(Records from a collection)
○ ○ ○

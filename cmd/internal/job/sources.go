package job

import (
	"strings"

	"gatesill/acquire"
	"gatesill/acquire/bench"
)

// roleUnit is the SI unit in which a role is read.
func roleUnit(role string) string {
	switch role {
	case acquire.Current:
		return "A"
	case acquire.Temperature:
		return "degC"
	}
	return "V"
}

// Sources are the lines of a bench as they are listened to: one for each address,
// with the columns of its meters.
func Sources(b *bench.Bench) []acquire.Source {
	var out []acquire.Source
	at := map[string]int{}
	units := map[string]map[int]string{}
	for i, m := range b.Meters {
		l := b.Lines[i]
		if l.Path == "" {
			continue
		}
		k, ok := at[l.Path]
		if !ok {
			k = len(out)
			at[l.Path], units[l.Path] = k, map[int]string{}
			out = append(out, acquire.Source{Address: l.Path})
		}
		s := &out[k]
		s.Settings, s.Speaks, s.Ask = first(s.Settings, l.Settings), first(s.Speaks, l.Speaks), first(s.Ask, l.Ask)
		s.Options.Separator, s.Options.Decimal = first(s.Options.Separator, l.Separator), first(s.Options.Decimal, l.Decimal)
		if len(s.Setup) == 0 {
			s.Setup = l.Setup
		}
		if s.Every == 0 {
			s.Every = l.Every.Or(0)
		}
		s.Columns = append(s.Columns, acquire.SourceColumn{Column: l.Column, Role: m.Role, Meter: m.Name, Unit: roleUnit(m.Role)})
		if l.Unit != "" {
			units[l.Path][max(l.Column, 1)] = l.Unit
		}
		most := 0
		for c := range units[l.Path] {
			most = max(most, c)
		}
		list := make([]string, most)
		for c, u := range units[l.Path] {
			list[c-1] = u
		}
		s.Options.Unit = strings.Join(list, ",")
	}
	return out
}

// Timings says of every meter of a bench when it measures what it says.
func Timings(b *bench.Bench) map[string]acquire.Timing {
	out := map[string]acquire.Timing{}
	for i, m := range b.Meters {
		l := b.Lines[i]
		out[m.Role] = acquire.Timing{Integration: l.Integration.Or(0), Processing: l.Processing.Or(0), LagU: l.LagU.Or(0)}
	}
	return out
}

○ ○ ○

| What the exercise asks |
Retype the lines above, keeping every character.

| Written solution |
filename cmd/internal/job/sources.go
package job

import (
	"strings"

	"gatesill/acquire"
	"gatesill/acquire/bench"
)

// roleUnit is the SI unit in which a role is read.
func roleUnit(role string) string {
	switch role {
	case acquire.Current:
		return "A"
	case acquire.Temperature:
		return "degC"
	}
	return "V"
}

// Sources are the lines of a bench as they are listened to: one for each address,
// with the columns of its meters.
func Sources(b *bench.Bench) []acquire.Source {
	var out []acquire.Source
	at := map[string]int{}
	units := map[string]map[int]string{}
	for i, m := range b.Meters {
		l := b.Lines[i]
		if l.Path == "" {
			continue
		}
		k, ok := at[l.Path]
		if !ok {
			k = len(out)
			at[l.Path], units[l.Path] = k, map[int]string{}
			out = append(out, acquire.Source{Address: l.Path})
		}
		s := &out[k]
		s.Settings, s.Speaks, s.Ask = first(s.Settings, l.Settings), first(s.Speaks, l.Speaks), first(s.Ask, l.Ask)
		s.Options.Separator, s.Options.Decimal = first(s.Options.Separator, l.Separator), first(s.Options.Decimal, l.Decimal)
		if len(s.Setup) == 0 {
			s.Setup = l.Setup
		}
		if s.Every == 0 {
			s.Every = l.Every.Or(0)
		}
		s.Columns = append(s.Columns, acquire.SourceColumn{Column: l.Column, Role: m.Role, Meter: m.Name, Unit: roleUnit(m.Role)})
		if l.Unit != "" {
			units[l.Path][max(l.Column, 1)] = l.Unit
		}
		most := 0
		for c := range units[l.Path] {
			most = max(most, c)
		}
		list := make([]string, most)
		for c, u := range units[l.Path] {
			list[c-1] = u
		}
		s.Options.Unit = strings.Join(list, ",")
	}
	return out
}

// Timings says of every meter of a bench when it measures what it says.
func Timings(b *bench.Bench) map[string]acquire.Timing {
	out := map[string]acquire.Timing{}
	for i, m := range b.Meters {
		l := b.Lines[i]
		out[m.Role] = acquire.Timing{Integration: l.Integration.Or(0), Processing: l.Processing.Or(0), LagU: l.LagU.Or(0)}
	}
	return out
}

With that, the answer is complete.